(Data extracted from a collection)

----------

def main(argv: list[str] | None = None) -> None:
    parser = argparse.ArgumentParser(description=__doc__.splitlines()[0])
    parser.add_argument("--sizes", nargs="+", type=float, help="ingest sizes N (default 1e5 1e6 1e7)")
    parser.add_argument("--store-sizes", nargs="+", type=float, help="store sizes (default 1e7 1e8)")
    parser.add_argument("--quick", action="store_true", help="ingest 1e5 and 1e6 only; stores 1e6 and 1e7")
    parser.add_argument("--only", default="ingest,store,gridded", help="comma-separated: ingest, store, gridded, gridded_same")
    parser.add_argument("--inputs", default="pings,trawl", help="ingest inputs to measure: pings, trawl")
    parser.add_argument("--dask", action="store_true",
                        help="also run the Dask engine (local cluster): ping ingest and the audit")
    parser.add_argument("--work", type=Path, default=None, help="scratch folder (default: a temp dir)")
    parser.add_argument("--keep-stores", action="store_true",
                        help="keep the synthetic stores in --work and reuse those already there")
    parser.add_argument("--json", type=Path, default=ROOT / "benchmarks" / "results.json")
    parser.add_argument("--max-memory-gb", type=float, default=12.0,
                        help="address-space cap of each measured process (0 = none)")
    parser.add_argument("--grid-steps", nargs="+", type=int, default=[20, 200],
                        help="time steps of the gridded same-work comparison (--only gridded_same)")
    parser.add_argument("--before", type=Path, default=None,
                        help="another checkout (e.g. `git archive` of an earlier commit) whose harmonize is "
                             "measured in the same run, beside this one")
    parser.add_argument("--repeat", type=int, default=1,
                        help="runs of each measurement; the fastest is reported (a shared machine)")
    parser.add_argument("--child", nargs="+", help=argparse.SUPPRESS)
    args = parser.parse_args(argv)
    if args.child:
        print(json.dumps(_task(args.child[0], args.child[1:])))
        return

    global MAX_MEMORY_MB, BEFORE, REPEAT
    BEFORE = args.before.resolve() if args.before else None
    REPEAT = max(1, args.repeat)
    MAX_MEMORY_MB = args.max_memory_gb * 1024 if args.max_memory_gb else None
    sizes = [int(s) for s in (args.sizes or ([1e5, 1e6] if args.quick else [1e5, 1e6, 1e7]))]
    store_sizes = [int(s) for s in (args.store_sizes or ([1e6, 1e7] if args.quick else [1e7, 1e8]))]
    only = {s.strip() for s in args.only.split(",")}
    info = machine()
    info["max_memory_gb_per_task"] = args.max_memory_gb
    print(f"Machine: {info['cpu']}, {info['cores']} cores, {info['memory_gb']} GB RAM; Python {info['python']}, "
          f"DuckDB {info['duckdb']}, pandas {info['pandas']}, pyarrow {info['pyarrow']}; {info['date']}")
    results: dict[str, Any] = {"machine": info}
    base = measure("import")
    results["import_baseline"] = base
    print(f"Fixed cost of a child process importing harmonize: {_cell(base)}")
    if args.keep_stores and args.work is None:
        parser.error("--keep-stores needs --work DIR")
    work = Path(tempfile.mkdtemp(prefix="harmonize-bench-", dir=args.work))
    stores = args.work if args.keep_stores else work
    try:
        if "ingest" in only:
            results["ingest"] = bench_ingest(sizes, work, args.dask, tuple(args.inputs.split(",")))
        if "store" in only:
            results["store"] = bench_store(store_sizes, stores, args.dask, args.keep_stores)
        if "gridded" in only:
            results["gridded"] = bench_gridded(args.quick, work)
        if "gridded_same" in only:
            results["gridded_same"] = bench_gridded_same(args.grid_steps, work)
    finally:
        shutil.rmtree(work, ignore_errors=True)
        args.json.write_text(json.dumps(results, indent=2, default=str) + "\n", encoding="utf-8")
    print(f"\nresults written to {args.json}")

----------

▸ **PROBLEM TO SOLVE**
Reproduce every line in the data that has the word "info" in it.

▸ **RESULT**
    info = machine()
    info["max_memory_gb_per_task"] = args.max_memory_gb
    print(f"Machine: {info['cpu']}, {info['cores']} cores, {info['memory_gb']} GB RAM; Python {info['python']}, "
          f"DuckDB {info['duckdb']}, pandas {info['pandas']}, pyarrow {info['pyarrow']}; {info['date']}")
    results: dict[str, Any] = {"machine": info}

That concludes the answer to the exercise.